Courtney returned to the grid in a Tickford Mustang with Boost backing following the departure of 23Red Racing and Will Davison.

He impressed in Ford machinery for the first time in a decade, with his season highlighted by a podium in Darwin before he earned a Tickford extension into 2021.

4) McLaughlin, Penske depart on a high

Between 2017 and 2020, Scott McLaughlin and Shell V-Power Racing scaled the greatest of heights in Supercars competition.

With 13 race wins and 15 pole positions in 2020, McLaughlin was a deserved winner of a third consecutive Supercars title. Amid the COVID-19 pandemic, he marked the 2020 title as his best, securing the championship at the penultimate event at The Bend Motorsport Park.

Just days after the season finale, Team Penske confirmed McLaughlin would race full-time in the IndyCar series in 2021, with plans to return to Supercars as a co-driver for the Repco Bathurst 1000.

The news came as part of Team Penske’s confirmation it will withdraw from Supercars, with Dick Johnson and Ryan Story to run a rebranded Dick Johnson Racing in 2021.

3) Tributes flow for amazing Adelaide

News of the Adelaide 500 saw drivers pay tribute to the iconic event, which won't take place in 2021.

In the wake of the news, a Supercars statement at the time made clear that the sport would be “delighted” to revisit the matter if the Government ever had a change of heart.

Adelaide's streets may yet play host to racing in the future, with the state opposition signing a Memorandum of Understanding with Supercars to bring back the event should it be elected in 2022.

South Australia will still be represented on the 2021 schedule through The Bend Motorsport Park.

2) Legacy of a lion honoured

General Motors rocked the automotive industry with the decision to retire the famous Holden brand at the end of this year.

GM will live on in Supercars, with confirmation the Chevrolet Camaro ZL1 will join the grid in 2022, under the category’s new Gen3 rule package.

However, Holden’s legacy will never be forgotten, with Holden drivers and teams poignantly posing in solidarity ahead of the season opener in Adelaide.

1) COVID-19 halts 2020 season

March 13, 2020 will go down in infamy as the day COVID-19 hit world motorsport, with the cancellation of the Formula 1 Australian Grand Prix.

All track action was cancelled at the Albert Park event, which was set to feature the second round of the Supercars season, for which practice and two qualifying sessions took place on Thursday.

On Friday morning, Supercars teams had been preparing for qualifying when confirmation of the cancellation was handed down by the Australian Grand Prix Corporation.
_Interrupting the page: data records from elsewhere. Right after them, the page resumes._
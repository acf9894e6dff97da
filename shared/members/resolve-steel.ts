import type { GivenValue } from '../calc/quantity.ts';
import type { Section } from '../sections/section.ts';
import type { Shape } from '../sections/table.ts';
import { type ReadQuantity, TYPED } from './given-values.ts';
import type { MemberInput } from './input.ts';
import { findGrade, type Product, type ResolvedSteel, STEELS, steelFor } from './material.ts';

type Report = (path: string, message: string) => void;

/**
 * A steel by its grade, in the row for what the section is and how thick, or one of the user's own
 * with the source of its yield stress. Without a section (another shape, outside scope): as a shape.
 */
export function resolveSteel(
  m: MemberInput,
  problem: Report,
  quantity: ReadQuantity,
  section: Section | null,
): ResolvedSteel {
  if (typeof m.material === 'string') return gradeFor(m.material, section, problem);
  if (m.material.source === undefined)
    problem(
      'material.source',
      'is needed: a steel of your own states where its yield stress is from',
    );
  const Fy = quantity('material.Fy', m.material.Fy, 'stress');
  const Fu = quantity('material.Fu', m.material.Fu, 'stress');
  if (Fu && Fu.value <= 0) problem('material.Fu', `is ${Fu.text}; it must be above zero`);
  if (Fy && Fy.value <= 0) problem('material.Fy', `is ${Fy.text}; it must be above zero`);
  const stated = {
    source: m.material.source ?? TYPED,
    confirmed: m.material.confirmed ?? false,
  };
  return {
    kind: 'own',
    name: m.material.name,
    Fy: { ...(Fy ?? NO_STRESS), ...stated },
    Fu: Fu && { ...Fu, ...stated },
  };
}

const NO_STRESS: GivenValue = { value: 1, text: '1 MPa', source: TYPED, confirmed: false };

function gradeFor(name: string, section: Section | null, problem: Report): ResolvedSteel {
  const grade = findGrade(name);
  const none: ResolvedSteel = { kind: 'own', name, Fy: NO_STRESS, Fu: null };
  if (!grade) {
    problem(
      'material',
      `"${name}" is not a steel known here; choose ${STEELS.map(({ key }) => key).join(', ')}, or give your own with name, Fy and source`,
    );
    return none;
  }
  if (grade.key === 'A1085' && section?.by === 'table' && isTube(section.shape))
    problem(
      'material',
      `is A1085, but ${section.shape.designation} is in the table with the design wall thickness of A500 (0.93 of the nominal one); give the tube by its sizes with its nominal wall, or choose another steel`,
    );
  const [product, thickness] = section ? productOf(section) : (['shapes', 0] as const);
  const found = steelFor(grade, product, thickness);
  if (found) return { kind: 'grade', ...found };
  problem(
    'material',
    `is ${grade.title}, whose ${product} are not made as thick as this section; choose another, or give your own with name, Fy and source`,
  );
  return none;
}

const isTube = ({ kind }: Shape): boolean => kind === 'rect-hss' || kind === 'round';

/** What the steel of the section is made as, and its greatest thickness in mm. */
function productOf(section: Section): readonly [Product, number] {
  if (section.by === 'table') {
    const { shape } = section;
    switch (shape.kind) {
      case 'i':
      case 'channel':
        return ['shapes', shape.properties.tf.value];
      case 'rect-hss':
        return ['rectangular tubes', shape.properties.t.value];
      case 'round':
        return ['round tubes', shape.properties.t.value];
    }
  }
  const { sizes } = section;
  switch (sizes.shape) {
    case 'i':
    case 'box':
      return ['plates', Math.max(sizes.tf.value, sizes.tw.value)];
    case 'mono-i':
      return ['plates', Math.max(sizes.tfTop.value, sizes.tfBottom.value, sizes.tw.value)];
    case 'tube':
      return ['rectangular tubes', sizes.t.value];
    case 'round':
      return ['round tubes', sizes.t.value];
  }
}
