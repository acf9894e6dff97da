import type { Line, LineOf } from '../calc/line.ts';
import type { Quantity } from '../calc/quantity.ts';
import { createRecorder, NotComputable } from '../calc/recorder.ts';
import { firstOrderAxialLimit } from '../standards/aisc360-22/app7.ts';
import { interaction, interactionChecks, separateChecks } from '../standards/aisc360-22/h1.ts';
import { clause } from '../standards/aisc360-22/writer.ts';
import type { CompressionStrength } from './compression.ts';
import { availableMajor, type MajorStrength } from './flexure.ts';
import type { MemberQuantities, SectionQuantities, SteelQuantities } from './member-lines.ts';
import { automaticCb } from './modification-factor.ts';
import type { ResolvedCombination, ResolvedInput, ResolvedMember } from './resolved.ts';
import {
  AXES,
  type Axis,
  axialState,
  bends,
  type PlaneResult,
  requiredMoment,
} from './second-order.ts';

/** What the member lines made available to every combination; null where it does not apply or is outside scope. */
export interface MemberStrengths {
  readonly input: ResolvedInput;
  readonly member: ResolvedMember;
  readonly q: MemberQuantities;
  readonly steel: SteelQuantities;
  readonly section: SectionQuantities;
  readonly alpha: Quantity | null;
  readonly compression: CompressionStrength | null;
  readonly major: MajorStrength | null;
  /** Available major-axis strength where it does not depend on the combination. */
  readonly Mcx: Quantity | null;
  readonly Mcy: Quantity | null;
  readonly Cb: Quantity | null;
}

export interface CombinationRun {
  readonly lines: readonly Line[];
  readonly checks: readonly LineOf<'check'>[];
  readonly planes: Readonly<Record<Axis, PlaneResult | null>>;
  /** Compressed, so that Chapter E and the second-order clauses apply. */
  readonly compressed: boolean;
  readonly tension: boolean;
}

/** All lines of one combination. */
export function runCombination(m: MemberStrengths, c: ResolvedCombination): CombinationRun {
  const r = createRecorder(':');
  const done: { checks: LineOf<'check'>[]; planes: Record<Axis, PlaneResult | null> } = {
    checks: [],
    planes: { x: null, y: null },
  };
  const compressed = c.P.value > 0;
  const tension = c.P.value < 0;
  try {
    steps(m, c, r, done);
  } catch (error) {
    if (!(error instanceof NotComputable)) throw error;
  }
  return { lines: r.lines, ...done, compressed, tension };
}

function steps(
  m: MemberStrengths,
  c: ResolvedCombination,
  r: ReturnType<typeof createRecorder>,
  done: { checks: LineOf<'check'>[]; planes: Record<Axis, PlaneResult | null> },
): void {
  const { input, member, steel, section, q } = m;
  r.section('given', `Forces of ${c.name}`, clause('C2'));
  const Pr = r.given('given/P', 'P', 'force', c.P, {
    title:
      input.design === 'ASD'
        ? 'Axial force, ASD load level, compression positive'
        : 'Axial force, compression positive',
  });
  if (c.analysedWith !== null)
    r.notice(
      'given/analysed',
      'caution',
      'analysed-with-another-section',
      `These forces were analysed with ${c.analysedWith}, the member is ${member.section.value}: they are not confirmed until the analysis is run again.`,
      { title: 'Forces of another section', clause: clause('C2') },
    );
  const noTension = r.choice(
    'given/sense',
    [
      { left: Pr, relation: '<', right: 0, outcome: 'the member is in tension' },
      {
        left: Pr,
        relation: '=',
        right: 0,
        outcome: 'there is no axial force: Chapter E does not apply',
      },
    ],
    'the member is in compression',
    {
      title: 'Sense of the axial force',
    },
  );
  if (noTension === 0) {
    r.notice(
      'D2/outside',
      'outside scope',
      'tension',
      'The member is in tension. Tension (D2) and its combination with flexure (H1.2) are outside the scope of this version; nothing is checked for this combination.',
      {
        title: 'Tension',
        clause: clause('H1.2'),
      },
    );
    return;
  }
  const axial = c.P.value > 0 && m.compression && m.alpha ? { Pr, Pc: m.compression.Pc } : null;
  if (axial && m.compression?.Pns && m.alpha && input.analysis.method === 'first-order')
    firstOrderAxialLimit(r, m.alpha, Pr, m.compression.Pns);
  const state =
    axial && m.compression && m.alpha && AXES.some((a) => bends(c, a))
      ? axialState(r, input, Pr, m.alpha, m.compression.Pns)
      : null;
  for (const axis of AXES) {
    const Lc = axis === 'x' ? q.Lcx : q.Lcy;
    done.planes[axis] = requiredMoment(
      r,
      input,
      c,
      {
        axis,
        L: q.L,
        E: steel.E,
        I: axis === 'x' ? section.Ix : section.Iy,
        heldBetween: Lc !== null && Lc.value < q.L.value,
        sense: member.endMomentSign,
      },
      state,
    );
  }
  const { x, y } = done.planes;
  const incomplete = [x, y].some((p) => p?.state === 'failed' || p?.state === 'outside scope');
  const Mcx = x?.Mr ? (m.Mcx ?? majorCapacity(m, c, r, x)) : null;
  const major = x?.Mr && Mcx ? { Mr: x.Mr, Mc: Mcx } : null;
  const minor = y?.Mr && m.Mcy ? { Mr: y.Mr, Mc: m.Mcy } : null;
  if (incomplete || (x?.Mr && !Mcx)) {
    // Without the interaction a strength that is exceeded by itself still says NOT OK.
    if (axial || major || minor) r.section('H1', 'Checks', clause('H1.1'));
    done.checks.push(...separateChecks(r, axial, major, minor));
    return;
  }
  r.section('H1', 'Checks', clause('H1.1'));
  done.checks.push(...interactionChecks(r, axial, major, minor));
  if (!axial && !major && !minor)
    r.notice(
      'H1/nothing',
      'note',
      'no-forces',
      'This combination has neither axial force nor moment; there is nothing to check.',
      { title: 'No forces', clause: clause('H1') },
    );
  if (r.lines.some((l) => l.key.endsWith('/lower') && l.key.startsWith('theory/'))) {
    const exact = (p: PlaneResult | null, used: { Mr: Quantity; Mc: Quantity } | null) =>
      used && p?.exact ? { Mr: p.exact.Mmax, Mc: used.Mc } : used;
    r.section(
      'theory/H1',
      'The interaction with the exact moments, for comparison',
      clause('H1.1'),
    );
    interaction(r, 'theory/H1', axial, exact(x, major), exact(y, minor));
  }
}

/** Major-axis strength where Cb comes from this combination's diagram. */
function majorCapacity(
  m: MemberStrengths,
  c: ResolvedCombination,
  r: ReturnType<typeof createRecorder>,
  x: PlaneResult,
): Quantity | null {
  const { major, q } = m;
  if (!major || !q.Lb) return null;
  const Cb = automaticCb(r, m.input, x, {
    L: q.L,
    Lb: q.Lb,
    givenMax: c.moments.x.max !== null,
    compressed: c.P.value > 0,
  });
  r.section('F2', 'Major-axis flexural strength of this combination', clause('F2'));
  return availableMajor(r, m.input.design, major, Cb);
}
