import { isValued, type LineOf } from '../calc/line.ts';
import type { Quantity } from '../calc/quantity.ts';
import type { Recorder } from '../calc/recorder.ts';
import { f1Formulas } from '../standards/aisc360-22/f1.ts';
import {
  type Axial,
  type Flexure,
  interaction,
  interactionChecks,
  separateChecks,
} from '../standards/aisc360-22/h1.ts';
import { increasedCb } from '../standards/aisc360-22/h1-tension.ts';
import { clause } from '../standards/aisc360-22/writer.ts';
import type { Axis } from './bay-moments.ts';
import { destabilisingLoad } from './load-height.ts';
import { type Side, segmentStrength } from './major-strengths.ts';
import type { MemberStrengths } from './member-strengths.ts';
import { automaticCb } from './modification-factor.ts';
import { optionalChecks } from './optional-checks.ts';
import type { PlaneMoments } from './plane-moments.ts';
import type { ResolvedCombination } from './resolved.ts';
import { segmentCb } from './segment-cb.ts';
import {
  largestIn,
  largestOn,
  type Segment,
  type SegmentContext,
  sidesIn,
  unbracedLength,
} from './segments.ts';

/** The axial force of a combination as the checks use it. */
export interface AxialCase {
  readonly axial: Axial | null;
  readonly clause: 'H1.1' | 'H1.2';
  /** Compressed, but without a compressive strength. */
  readonly unknown: boolean;
  readonly compressed: boolean;
}

type Planes = Readonly<Record<Axis, PlaneMoments>>;
type Context = MemberStrengths & SegmentContext;

/** The checks of every segment, and which of them governs. */
export function checkSegments(
  r: Recorder,
  m: Context,
  c: ResolvedCombination,
  axial: AxialCase,
  planes: Planes,
  segments: readonly Segment[],
): LineOf<'check'>[] {
  const found = segments.map((segment) => checkSegment(m, c, axial, planes, segment));
  if (segments.length > 1) governingSegment(r, segments);
  const sheared = [c.shears.x, c.shears.y].some((shear) => (shear?.value ?? 0) !== 0);
  if (!axial.axial && !axial.unknown && !sheared && segments.every((s) => !s.r.lines.some(isCheck)))
    if (planes.x.state === 'none' && planes.y.state === 'none')
      r.notice(
        'H1/nothing',
        'note',
        'no-forces',
        'This combination has neither axial force nor moment; there is nothing to check.',
        { title: 'No forces', clause: clause('H1') },
      );
  return found.flat();
}

const isCheck = (line: { kind: string }): boolean => line.kind === 'check';

function checkSegment(
  m: Context,
  c: ResolvedCombination,
  { axial, clause: number, unknown, compressed }: AxialCase,
  { x, y }: Planes,
  segment: Segment,
): LineOf<'check'>[] {
  const { r } = segment;
  const Lb = unbracedLength(segment, m, x);
  const exactMoments = m.input.analysis.secondOrder === 'exact';
  const Mx = largestIn(segment, m, x, exactMoments);
  const My = largestIn(segment, m, y, exactMoments);
  const capacity =
    Mx && Mx.value > 0 && Lb
      ? majorCapacity(m, c, segment, Lb, x, { axial, clause: number, compressed })
      : NO_CAPACITY;
  const { Mcx } = capacity;
  const major: Flexure | null = Mx && Mx.value > 0 && Mcx ? { Mr: Mx, Mc: Mcx } : null;
  const minor: Flexure | null = My && My.value > 0 && m.Mcy ? { Mr: My, Mc: m.Mcy } : null;
  const lacking = lackingStrengths(r, { unknown, Mx, My, Mcx, Mcy: m.Mcy });
  const incomplete = [x, y].some((p) => p.state === 'failed' || p.state === 'outside scope');
  if (incomplete || lacking) {
    // Without the interaction a strength that is exceeded by itself still says NOT OK.
    if (axial || major || minor) r.section('H1', 'Checks', clause(number));
    return separateChecks(r, axial, major, minor, number);
  }
  if (!axial && !major && !minor) return [];
  r.section('H1', 'Checks', clause(number));
  const checks =
    optionalChecks(m, segment, { axial, compressed, major, minor, Lb, ...capacity }) ??
    interactionChecks(r, axial, major, minor, number);
  if (compressed && axial) besideExact(m, segment, axial, { x, y }, { major, minor });
  return checks;
}

/** A strength that a moment needs and the member has not: said with the combination too. */
function lackingStrengths(
  r: Recorder,
  q: {
    readonly unknown: boolean;
    readonly Mx: Quantity | null;
    readonly My: Quantity | null;
    readonly Mcx: Quantity | null;
    readonly Mcy: Quantity | null;
  },
): boolean {
  const say = (key: string, title: string, number: string): true => {
    r.notice(
      key,
      'outside scope',
      'no-strength',
      `${title}: the reason stands with the strength.`,
      {
        title,
        clause: clause(number),
      },
    );
    return true;
  };
  const lacking = [
    q.unknown && say('H1/axial/lacking', 'Compressive strength outside the scope', 'E1'),
    (q.Mx?.value ?? 0) > 0 &&
      !q.Mcx &&
      say('H1/x/lacking', 'Major-axis flexural strength outside the scope', 'F1'),
    (q.My?.value ?? 0) > 0 &&
      !q.Mcy &&
      say('H1/y/lacking', 'Minor-axis flexural strength outside the scope', 'F1'),
  ];
  return lacking.includes(true);
}

interface Capacity {
  readonly Mcx: Quantity | null;
  /** Modification factor, where the strength needed one. */
  readonly Cb: Quantity | null;
  readonly sides: readonly Side[];
}
const NO_CAPACITY: Capacity = { Mcx: null, Cb: null, sides: [] };

/** Major-axis strength of a segment; Cb from the diagram only where it is needed. */
function majorCapacity(
  m: Context,
  c: ResolvedCombination,
  segment: Segment,
  Lb: Quantity,
  x: PlaneMoments,
  { axial, clause: number, compressed }: Omit<AxialCase, 'unknown'>,
): Capacity {
  const { major, input } = m;
  const { r } = segment;
  if (!major) return NO_CAPACITY;
  if (major.fixed) return { Mcx: major.fixed, Cb: m.Cb, sides: ['top'] };
  const factorOf = (): Quantity | null => {
    if (destabilisingLoad(r, m.member, c, segment)) return null;
    const Cb = m.Cb ?? modification(m, segment, x, Lb, compressed);
    if (number !== 'H1.2' || !axial || !m.alpha || !input.provisions.has('H1.2-Cb')) return Cb;
    return increasedCb(r, {
      ...{ Cb, alpha: m.alpha, Pr: axial.Pr, E: m.steel.E, Iy: m.section.Iy, Lb },
      symmetry: ['channel', 'mono-i'].includes(m.section.kind)
        ? 'a singly symmetric section'
        : 'a doubly symmetric section',
    });
  };
  let Cb: Quantity | null = null;
  const factor = () => {
    Cb = factorOf();
    return Cb;
  };
  const sides = sidesIn(segment, m, x, major.sided);
  const Mcx = segmentStrength(r, input.design, major, sides, Lb, factor);
  return { Mcx, Cb, sides };
}

function modification(
  m: Context,
  segment: Segment,
  x: PlaneMoments,
  Lb: Quantity,
  compressed: boolean,
): Quantity {
  const { input, member, q } = m;
  const { r } = segment;
  const [bay] = x.bays;
  const plain = x.bays.length === 1 && bay && bay.loads.length === 0 && !bay.swayed;
  if (member.restraints === null && plain)
    return automaticCb(r, input, { bay, givenMax: x.givenMax }, { L: q.L, Lb, compressed });
  if (member.restraints === null && Lb.value !== q.L.value) {
    r.section('F1', 'Lateral-torsional buckling modification factor', clause('F1'));
    r.notice(
      'F1/taken',
      'note',
      'segment-not-member',
      'The unbraced length is not the length of the member and the places of the braces are not given: the moments of the segment are not known. Cb is taken as 1, which is on the safe side.',
      { title: 'Modification factor', clause: clause('F1') },
    );
    return r.formula(f1Formulas.CbOne, 'F1/Cb', {});
  }
  return segmentCb(segment, input, m, x, Lb, compressed);
}

/** Where the code's moment is much lower than the exact one, the interaction with that beside it. */
function besideExact(
  m: Context,
  segment: Segment,
  axial: Axial,
  planes: Planes,
  used: { readonly major: Flexure | null; readonly minor: Flexure | null },
): void {
  const { r } = segment;
  const lower = [...planes.x.bays, ...planes.y.bays].some((bay) => bay.codeLower);
  if (!lower) return;
  const exact = (plane: PlaneMoments, flexure: Flexure | null): Flexure | null => {
    if (!flexure || !plane.bays.every((bay) => bay.exact || bay.state !== 'done')) return flexure;
    const Mr = largestOn(
      segment,
      m,
      plane,
      (bay) => bay.exact ?? bay.first(),
      `theory/H1/M${plane.axis}`,
    );
    return Mr ? { Mr, Mc: flexure.Mc } : flexure;
  };
  r.section('theory/H1', 'The interaction with the exact moments, for comparison', clause('H1.1'));
  interaction(r, 'theory/H1', axial, exact(planes.x, used.major), exact(planes.y, used.minor));
}

/** Which segment's interaction governs, with the others shown not to. */
function governingSegment(r: Recorder, segments: readonly Segment[]): void {
  const ratios = segments.flatMap(({ id }) => {
    const line = r.lines.find((l) => l.key === `${id}/H1/ratio`);
    return line && isValued(line)
      ? [{ ref: `:${line.key}`, symbol: line.symbol, value: line.value, dimension: line.dimension }]
      : [];
  });
  if (ratios.length !== segments.length) return;
  r.section('H1/segments', 'Segments', clause('H1.1'));
  r.governing('H1/segments/ratio', 'max', ratios, {
    title: 'Utilisation of the governing segment',
    symbol: 'ratio',
    clause: clause('H1.1'),
  });
}
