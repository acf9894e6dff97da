import type { GivenValue } from '../calc/quantity.ts';
import { type ReadQuantity, TYPED } from './given-values.ts';
import type { MemberInput } from './input.ts';
import { findSteel } from './material.ts';
import type { ResolvedMember } from './resolved.ts';

/** A steel by its grade, or one of the user's own with the source of its yield stress. */
export function resolveSteel(
  m: MemberInput,
  problem: (path: string, message: string) => void,
  quantity: ReadQuantity,
): ResolvedMember['steel'] {
  const fallback: GivenValue = { value: 1, text: '1 MPa', source: TYPED, confirmed: false };
  if (typeof m.material === 'string') {
    const steel = findSteel(m.material);
    if (steel) return { kind: 'grade', steel };
    problem(
      'material',
      `"${m.material}" is not a steel known here; choose A992, A572 Gr. 50, A36, A913 Gr. 65, A913 Gr. 70, or give your own with name, Fy and source`,
    );
    return { kind: 'own', name: m.material, Fy: fallback };
  }
  if (m.material.source === undefined)
    problem(
      'material.source',
      'is needed: a steel of your own states where its yield stress is from',
    );
  const Fy = quantity('material.Fy', m.material.Fy, 'stress');
  const Fu = quantity('material.Fu', m.material.Fu, 'stress');
  if (Fu && Fu.value <= 0) problem('material.Fu', `is ${Fu.text}; it must be above zero`);
  if (Fy && Fy.value <= 0) problem('material.Fy', `is ${Fy.text}; it must be above zero`);
  const own = {
    ...(Fy ?? fallback),
    source: m.material.source ?? TYPED,
    confirmed: m.material.confirmed ?? false,
  };
  return { kind: 'own', name: m.material.name, Fy: own };
}
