import type { CombinationInput } from './input.ts';

// A factor on D or L that only the other design method's combinations have (ASCE/SEI 7-22, 2.3, 2.4).
const LRFD_NAME = /(?:^|[^\d.])1\.(?:2|4)\s*\(?D|(?:^|[^\d.])1\.6\s*\(?(?:L|S|R)/i;

/** Forces of the other load level in a calculation are an error, not a caution. */
export function forceProblems(
  c: CombinationInput,
  design: 'LRFD' | 'ASD',
): { readonly field: 'design' | 'name'; readonly message: string }[] {
  if (c.design !== undefined && c.design !== design)
    return [
      {
        field: 'design',
        message: `is ${c.design} in a calculation by ${design}: forces of the two load levels cannot be mixed`,
      },
    ];
  if (design === 'ASD' && c.design === undefined && LRFD_NAME.test(c.name))
    return [
      {
        field: 'name',
        message: `"${c.name}" is an LRFD combination in a calculation by ASD: forces of the two load levels cannot be mixed`,
      },
    ];
  return [];
}
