import { closeLines } from '../calc/closure.ts';
import { ENGINE_VERSION } from '../calc/engine.ts';
import type { Line } from '../calc/line.ts';
import type { CalculationRecord, MemberRecord } from '../calc/record.ts';
import { createRecorder, NotComputable } from '../calc/recorder.ts';
import { methodConstant } from '../standards/aisc360-22/parameters.ts';
import { clause } from '../standards/aisc360-22/writer.ts';
import { UNIT_SETS } from '../units/unit-set.ts';
import { type CombinationRun, type MemberStrengths, runCombination } from './combination.ts';
import { completenessOf } from './completeness.ts';
import { compressionStrength } from './compression.ts';
import { availableMajor, majorStrength, minorStrength } from './flexure.ts';
import { givenLines, sectionLines, steelLines } from './member-lines.ts';
import type { ResolvedInput, ResolvedMember } from './resolved.ts';
import { bends } from './second-order.ts';
import { combinationSummary, memberSummary, recordSummary } from './summary.ts';

/**
 * Runs the book over a calculation's inputs. The record has no hashes: those are put on by
 * `sealRecord`, where records are made to be kept.
 */
export function runCalculation(input: ResolvedInput): CalculationRecord {
  const members = input.members.map((m) => runMember(input, m));
  return {
    format: 1,
    program: { name: 'Stanchion', engine: ENGINE_VERSION },
    standard: 'aisc360-22',
    design: input.design,
    units: input.units,
    analysis: input.analysis,
    members,
    summary: recordSummary(members),
    input: input.source,
    resultHash: null,
    snapshotHash: null,
  };
}

/** One member with all its combinations, digits fixed. */
export function runMember(input: ResolvedInput, member: ResolvedMember): MemberRecord {
  const r = createRecorder('');
  const strengths = memberStrengths(input, member, r);
  const runs = new Map<string, CombinationRun>(
    member.combinations.map((c) => [
      c.id,
      strengths
        ? runCombination(strengths, c)
        : {
            lines: [],
            checks: [],
            planes: { x: null, y: null },
            compressed: c.P.value > 0,
            tension: c.P.value < 0,
          },
    ]),
  );
  const placed = [
    ...r.lines.map((line) => ({ address: line.key, combination: null, line })),
    ...member.combinations.flatMap(({ id }) =>
      (runs.get(id)?.lines ?? []).map((line) => ({
        address: `${id}:${line.key}`,
        combination: id,
        line,
      })),
    ),
  ];
  const closed = closeLines(placed, UNIT_SETS[input.units]);
  const linesOf = (combination: string | null): Line[] =>
    closed.filter((_, i) => placed[i]?.combination === combination);
  const lines = linesOf(null);
  const combinations = member.combinations.map((c) => {
    const own = linesOf(c.id);
    return { id: c.id, name: c.name, lines: own, summary: combinationSummary(c, lines, own) };
  });
  const unconfirmed = closed.filter(
    (l) => (l.kind === 'given' || l.kind === 'statement') && !l.confirmed,
  ).length;
  return {
    id: member.id,
    mark: member.mark,
    section: member.section.value,
    material: member.steel.kind === 'grade' ? member.steel.steel.key : member.steel.name,
    lines,
    combinations,
    completeness: completenessOf(runs, combinations, lines),
    summary: memberSummary(combinations),
    unconfirmed,
  };
}

/** Member lines; null where nothing can be checked, with the notice that says why. */
function memberStrengths(
  input: ResolvedInput,
  member: ResolvedMember,
  r: ReturnType<typeof createRecorder>,
): MemberStrengths | null {
  const q = givenLines(r, member, input);
  if (!member.shape) {
    r.notice(
      'B4/outside',
      'outside scope',
      'other-shape',
      `${member.section.value} is not a rolled W shape. Other shapes are outside the scope of this version; nothing is checked.`,
      {
        title: 'Shape outside the scope',
        clause: clause('B4'),
      },
    );
    return null;
  }
  if (member.ends.value !== 'held') {
    const words = {
      free: 'One end is free (a cantilever)',
      sway: 'The ends sway',
      springs: 'The ends are held by springs',
    }[member.ends.value];
    r.notice(
      'C2/outside',
      'outside scope',
      `ends-${member.ends.value}`,
      `${words}. Only members held at both ends, in both planes and against twist, are within the scope of this version; nothing is checked.`,
      {
        title: 'Ends outside the scope',
        clause: clause(member.ends.value === 'sway' ? 'App. 8.1.3' : 'App. 7.2'),
      },
    );
    return null;
  }
  const steel = steelLines(r, member, input.constants);
  const section = sectionLines(r, member.shape);
  const { combinations } = member;
  const { Lcx, Lcy, Lcz, Lb } = q;
  try {
    const compressed = combinations.some((c) => c.P.value > 0);
    const [bentX, bentY] = [
      combinations.some((c) => bends(c, 'x')),
      combinations.some((c) => bends(c, 'y')),
    ];
    r.section('factors', `Factors, ${input.design}`);
    const alpha = compressed ? methodConstant(r, 'loadLevel', input.design) : null;
    const phic = compressed ? methodConstant(r, 'compression', input.design) : null;
    const phib = bentX || bentY ? methodConstant(r, 'flexure', input.design) : null;
    const compression =
      phic && Lcx && Lcy && Lcz
        ? compressionStrength(
            r,
            input.design,
            steel,
            { kind: 'i', made: 'rolled', ...section },
            { Lcx, Lcy, Lcz, offset: null },
            phic,
            input.analysis.method !== 'effective-length',
          )
        : null;
    const major = bentX && Lb && phib ? majorStrength(r, steel, section, Lb, phib) : null;
    const Cb =
      major && member.Cb !== 'auto'
        ? r.given('given/Cb', 'Cb', 'none', member.Cb, {
            title: 'Modification factor as given',
            clause: clause('F1'),
          })
        : null;
    const fixed =
      major && (Cb || major.limits.Lr === null) ? availableMajor(r, input.design, major, Cb) : null;
    const Mcy = bentY && phib ? minorStrength(r, input.design, steel, section, phib) : null;
    return { input, member, q, steel, section, alpha, compression, major, Mcx: fixed, Mcy, Cb };
  } catch (error) {
    if (!(error instanceof NotComputable)) throw error;
    return null;
  }
}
It came after a member of the McLaren Formula 1 team tested positive for the virus.

The reasons for the event cancellation were unprecedented, but it wasn't the first time that a race or round had been called off or postponed. Still, drivers and teams were left shocked by the developments.

The world came to a standstill, and it would be over 100 days before Supercars returned to the track in Sydney.